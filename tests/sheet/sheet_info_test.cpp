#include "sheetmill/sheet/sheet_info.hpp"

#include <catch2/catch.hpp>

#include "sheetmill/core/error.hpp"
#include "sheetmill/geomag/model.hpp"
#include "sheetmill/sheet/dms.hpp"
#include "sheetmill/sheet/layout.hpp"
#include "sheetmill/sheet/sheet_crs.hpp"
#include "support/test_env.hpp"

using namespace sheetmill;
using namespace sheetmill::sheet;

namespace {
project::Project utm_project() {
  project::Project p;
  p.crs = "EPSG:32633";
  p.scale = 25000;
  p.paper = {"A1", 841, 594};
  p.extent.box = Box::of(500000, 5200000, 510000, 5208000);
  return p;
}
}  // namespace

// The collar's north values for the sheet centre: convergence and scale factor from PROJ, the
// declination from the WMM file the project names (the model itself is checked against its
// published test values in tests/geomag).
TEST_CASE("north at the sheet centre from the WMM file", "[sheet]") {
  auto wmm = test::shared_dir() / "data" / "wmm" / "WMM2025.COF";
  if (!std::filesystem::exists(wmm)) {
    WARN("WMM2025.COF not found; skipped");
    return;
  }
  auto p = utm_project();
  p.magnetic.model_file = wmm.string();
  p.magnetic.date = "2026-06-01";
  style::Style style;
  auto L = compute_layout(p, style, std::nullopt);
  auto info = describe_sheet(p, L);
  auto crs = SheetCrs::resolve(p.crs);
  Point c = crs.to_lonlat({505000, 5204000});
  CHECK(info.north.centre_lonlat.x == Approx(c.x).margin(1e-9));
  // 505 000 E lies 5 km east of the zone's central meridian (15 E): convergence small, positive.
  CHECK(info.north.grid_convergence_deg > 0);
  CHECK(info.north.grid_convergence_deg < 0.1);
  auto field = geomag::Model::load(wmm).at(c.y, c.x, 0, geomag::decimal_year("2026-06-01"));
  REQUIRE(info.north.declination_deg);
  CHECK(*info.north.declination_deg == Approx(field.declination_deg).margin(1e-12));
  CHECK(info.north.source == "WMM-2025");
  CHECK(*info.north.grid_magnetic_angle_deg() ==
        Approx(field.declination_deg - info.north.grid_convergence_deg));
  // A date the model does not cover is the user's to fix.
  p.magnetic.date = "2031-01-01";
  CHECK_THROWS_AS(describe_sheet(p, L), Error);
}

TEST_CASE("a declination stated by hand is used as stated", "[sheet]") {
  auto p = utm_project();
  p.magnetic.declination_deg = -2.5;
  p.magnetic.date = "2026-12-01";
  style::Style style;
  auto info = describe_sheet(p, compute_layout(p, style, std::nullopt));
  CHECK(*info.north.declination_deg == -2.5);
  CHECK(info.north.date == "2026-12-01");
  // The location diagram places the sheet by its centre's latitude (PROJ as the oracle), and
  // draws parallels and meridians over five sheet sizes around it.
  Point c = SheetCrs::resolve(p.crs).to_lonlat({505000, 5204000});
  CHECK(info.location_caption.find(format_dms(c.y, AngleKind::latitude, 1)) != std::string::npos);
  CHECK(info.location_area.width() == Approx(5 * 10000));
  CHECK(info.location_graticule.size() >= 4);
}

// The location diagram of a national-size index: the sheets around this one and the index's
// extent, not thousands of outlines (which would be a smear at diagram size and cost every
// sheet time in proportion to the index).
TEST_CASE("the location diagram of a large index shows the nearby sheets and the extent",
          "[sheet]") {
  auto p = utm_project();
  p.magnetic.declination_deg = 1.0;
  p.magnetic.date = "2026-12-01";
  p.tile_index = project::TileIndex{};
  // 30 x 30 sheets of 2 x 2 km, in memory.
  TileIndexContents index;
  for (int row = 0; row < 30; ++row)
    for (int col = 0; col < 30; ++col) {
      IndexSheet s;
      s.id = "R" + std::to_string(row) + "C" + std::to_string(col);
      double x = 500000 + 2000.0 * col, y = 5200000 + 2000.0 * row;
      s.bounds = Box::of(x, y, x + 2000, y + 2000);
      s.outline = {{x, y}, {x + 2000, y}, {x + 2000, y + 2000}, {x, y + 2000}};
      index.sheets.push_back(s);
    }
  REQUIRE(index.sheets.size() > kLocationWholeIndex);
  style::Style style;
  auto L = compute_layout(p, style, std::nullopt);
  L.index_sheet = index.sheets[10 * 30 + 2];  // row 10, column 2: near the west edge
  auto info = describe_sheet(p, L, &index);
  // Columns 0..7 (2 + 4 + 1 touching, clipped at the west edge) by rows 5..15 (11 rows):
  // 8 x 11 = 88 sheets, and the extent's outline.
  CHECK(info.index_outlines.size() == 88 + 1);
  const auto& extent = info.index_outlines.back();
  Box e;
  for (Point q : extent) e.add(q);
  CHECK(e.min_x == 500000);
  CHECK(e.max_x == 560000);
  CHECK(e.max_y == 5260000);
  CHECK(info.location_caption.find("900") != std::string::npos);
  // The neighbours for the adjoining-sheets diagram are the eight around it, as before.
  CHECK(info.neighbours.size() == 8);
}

· · · · · · ·

The problem:
Scan the material above for the word "west", and copy each line where it appears.

Result of the exercise:
  L.index_sheet = index.sheets[10 * 30 + 2];  // row 10, column 2: near the west edge
  // Columns 0..7 (2 + 4 + 1 touching, clipped at the west edge) by rows 5..15 (11 rows):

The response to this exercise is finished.